Baltimore's Dennis Pitta scored with 2 minutes, 5 seconds left, then Toby Gerhart answered with a 41-yard touchdown 38 seconds later. Jacoby Jones took the ensuing kickoff 77 yards for a touchdown, then Cordarrelle Patterson raced 79 yards down a snow-swept field for what looked like the winning score with 45 seconds left.
But with this being the 2013 Vikings, that wouldn't be the end of the story.
A game played in a snow globe ended in a flurry of points, as the Ravens and Vikings combined for five touchdowns in the last 2:05 to take what had been an uneventful game to its madcap conclusion. The final twist came when Joe Flacco drove the Ravens 80 yards in the final 45 seconds — with the help of a Chad Greenway pass interference penalty that negated an Andrew Sendejo interception — and hit Marlon Brown for the game-winning score with four seconds left in a 29-26 Ravens victory.
That game on Dec. 8, 2013, the most recent contest between the Vikings and Ravens, was the fifth that season in which the Vikings blew a lead in the final minute. It dropped the Vikings to 3-9-1, and no matter how turbulent the team's quarterback situation had been that season, the defensive collapses effectively sealed Leslie Frazier's fate as the Vikings' head coach.

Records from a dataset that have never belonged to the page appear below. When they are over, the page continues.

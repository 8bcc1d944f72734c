import { describe, expect, it } from 'vitest';
import { testDieboldMariano } from '@/lib/forecast/diebold-mariano';

describe('the test of Diebold and Mariano', () => {
  it('without overlap is the t test of the mean, by hand', () => {
    // d = 1, 2, 3, 4: mean 2.5, g0 = 1.25, DM = 2.5 / sqrt(1.25 / 4) = 4.472136; corrected by sqrt(3 / 4): 3.872983,
    // which is mean / (s / sqrt(n)) with s^2 = 5 / 3; two-sided p of t with 3 df: 0.030466 (scipy ttest_1samp).
    const test = testDieboldMariano([1, 2, 3, 4], 1);
    expect(test.meanDifference).toBe(2.5);
    expect(test.statistic).toBeCloseTo(2.5 / Math.sqrt(5 / 3 / 4), 12);
    expect(test.pValue).toBeCloseTo(0.030466291662170977, 10);
  });

  it('with an overlap of two takes the first autocovariance in, by hand', () => {
    // d = 0, 1, 2, 3, 4: mean 2, g0 = 2, g1 = (2 + 0 + 0 + 2) / 5 = 0.8, variance 3.6; DM = 2 / sqrt(3.6 / 5);
    // correction (5 + 1 - 4 + 2 / 5) / 5 = 0.48.
    const test = testDieboldMariano([0, 1, 2, 3, 4], 2);
    expect(test.statistic).toBeCloseTo(Math.sqrt(0.48) * (2 / Math.sqrt(3.6 / 5)), 12);
  });

  it('changes sign with the roles, not its p-value', () => {
    const forward = testDieboldMariano([0.3, -0.1, 0.4, 0.2, 0.1], 1);
    const back = testDieboldMariano([-0.3, 0.1, -0.4, -0.2, -0.1], 1);
    expect(back.statistic).toBeCloseTo(-forward.statistic!, 12);
    expect(back.pValue).toBeCloseTo(forward.pValue!, 12);
  });

  it('says nothing where the variance is not positive or too few origins are left', () => {
    expect(testDieboldMariano([1, 1, 1], 1)).toEqual({ meanDifference: 1, statistic: null, pValue: null });
    expect(testDieboldMariano([1, -1, 1, -1], 2)).toMatchObject({ statistic: null, pValue: null });
    expect(testDieboldMariano([2], 1)).toMatchObject({ meanDifference: 2, pValue: null });
    expect(() => testDieboldMariano([1, 2], 0)).toThrow('overlap');
  });
});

The Vikings hired Mike Zimmer on Jan. 15, 2014, in large part to fix a defense that had been the league's worst the previous season, but had the 2013 Vikings simply been able to hold on to their late leads, they would have won the NFC North in a season where Aaron Rodgers missed seven games because of a broken left collarbone. It was the two-minute defense that needed the most immediate improvement, and after a bumpy start, Zimmer's teams largely have cleaned it up.
The Vikings have blown only two leads in the final two minutes of games since 2015, and haven't allowed a touchdown in the final two minutes since 2014. The Vikings also haven't allowed a go-ahead touchdown in the game's final minute since then, and the only two games where they've blown leads in the last two minutes came last year, when the Lions' Matt Prater kicked a 58-yard game-tying field goal as time expired Nov. 6, and came back with game-tying and game-winning field goals in the last 1:45 on Thanksgiving Day.
Otherwise, the Vikings have been able to salt away late leads, going 6-2 since 2015 when up by a touchdown or less in the final two minutes.
"The most important thing is knowing the situation — what do they have to get, how many timeouts, is the clock in your favor?" Zimmer said. "When the game's on the line, it's a little bit different. It's a little bit quicker."